Task to complete >> Copy out the final stretch of the listing: the line that contains "if (caution instanceof Caution.HighFluence" and all lines after it, exactly as they appear.
*** Opening Provided material ***
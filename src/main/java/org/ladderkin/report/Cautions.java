package org.ladderkin.report;

import java.util.List;
import java.util.Locale;
import org.ladderkin.plan.Caution;

/**
 * The wording of the safety cautions that {@code plan} decides, as every report and the desktop planner show them.
 * They are general reminders, not a risk assessment: each defers to the institution's laser safety officer, local rules
 * and licensed practice.
 */
public final class Cautions {

    public static final String LASER = "Laser hazard: ultrafast pump-probe sources are Class 4 lasers. Direct and "
            + "scattered beams can cause permanent eye injury and skin burns and can ignite materials. Wear eyewear rated "
            + "for every wavelength in use (including harmonics and OPA outputs), enclose beam paths, and follow your "
            + "institution's laser safety officer and local rules; ladderkin's numbers do not replace that assessment.";

    public static final String HEAVY_METALS = "Toxic materials: cadmium and lead compounds (CdSe, CdS, CdTe, PbS, PbSe, "
            + "lead-halide perovskites) are toxic and some are carcinogenic. Handle nanocrystal solutions and films with "
            + "gloves in a fume hood, avoid aerosols and dust, and dispose of waste as hazardous following your "
            + "institution's chemical-safety rules and local law.";

    private Cautions() {
    }

    /** Caution about heating a flammable solvent with the pump, with the predicted steady-state rise. */
    public static String solventHeating(String matrix, double riseK, double boilingPointK) {
        return String.format(Locale.ROOT, "Flammable solvent: %s boils at %.0f °C and its vapour can ignite. The pump is "
                + "predicted to raise the sample temperature by %.2g K in the steady state; an absorbing spot can heat "
                + "locally beyond this estimate. Keep open flames and hot surfaces away, keep cells closed, and follow "
                + "your institution's fire-safety rules.", matrix, boilingPointK - 273.15, riseK);
    }

    /** Caution for a strong pump: the highest pulse's peak fluence at the sample. */
    public static String highFluence(double peakFluenceJPerM2) {
        return String.format(Locale.ROOT, "High pump fluence: the strongest pulse of the series reaches %.2g mJ/cm² at the "
                + "beam centre. At such fluences films and cell windows can be damaged, and reflections from the cell carry "
                + "a hazardous share of the beam. Block and dump every reflection, check the sample for damage between "
                + "series, and follow the advice of your institution's laser safety officer.", peakFluenceJPerM2 * 0.1);
    }

    /** Caution for a sample the pump heats strongly or close to its solvent's boiling point. */
    public static String hotSample(double riseK, double sampleK, double boilingPointK) {
        String boiling = Double.isFinite(boilingPointK)
                ? String.format(Locale.ROOT, "; the solvent boils at %.0f °C", boilingPointK - 273.15) : "";
        return String.format(Locale.ROOT, "Hot sample: the pump is predicted to raise the excited volume by %.2g K in the "
                + "steady state, to about %.0f °C%s. Hot samples degrade, outgas and can boil in the beam, and hot cells "
                + "burn. Lower the average power (rate, pulse picker, larger spot) or flow the sample, and follow your "
                + "institution's safety rules.", riseK, sampleK + riseK - 273.15, boiling);
    }

    /** The text of one caution. */
    public static String text(Caution caution) {
        if (caution instanceof Caution.Laser) {
            return LASER;
        }
        if (caution instanceof Caution.HighFluence c) {
            return highFluence(c.peakFluenceJPerM2());
        }
        if (caution instanceof Caution.HotSample c) {
            return hotSample(c.riseK(), c.sampleK(), c.boilingPointK());
        }
        if (caution instanceof Caution.FlammableSolvent c) {
            return solventHeating(c.matrix(), c.riseK(), c.boilingPointK());
        }
        if (caution instanceof Caution.HeavyMetals) {
            return HEAVY_METALS;
        }
        throw new IllegalArgumentException("no wording for " + caution);
    }

    /** The texts of several cautions, in their order. */
    public static List<String> texts(List<Caution> cautions) {
        return cautions.stream().map(Cautions::text).toList();
    }
}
*** Closing Provided material ***
Task answer >>
        if (caution instanceof Caution.HighFluence c) {
            return highFluence(c.peakFluenceJPerM2());
        }
        if (caution instanceof Caution.HotSample c) {
            return hotSample(c.riseK(), c.sampleK(), c.boilingPointK());
        }
        if (caution instanceof Caution.FlammableSolvent c) {
            return solventHeating(c.matrix(), c.riseK(), c.boilingPointK());
        }
        if (caution instanceof Caution.HeavyMetals) {
            return HEAVY_METALS;
        }
        throw new IllegalArgumentException("no wording for " + caution);
    }

    /** The texts of several cautions, in their order. */
    public static List<String> texts(List<Caution> cautions) {
        return cautions.stream().map(Cautions::text).toList();
    }
}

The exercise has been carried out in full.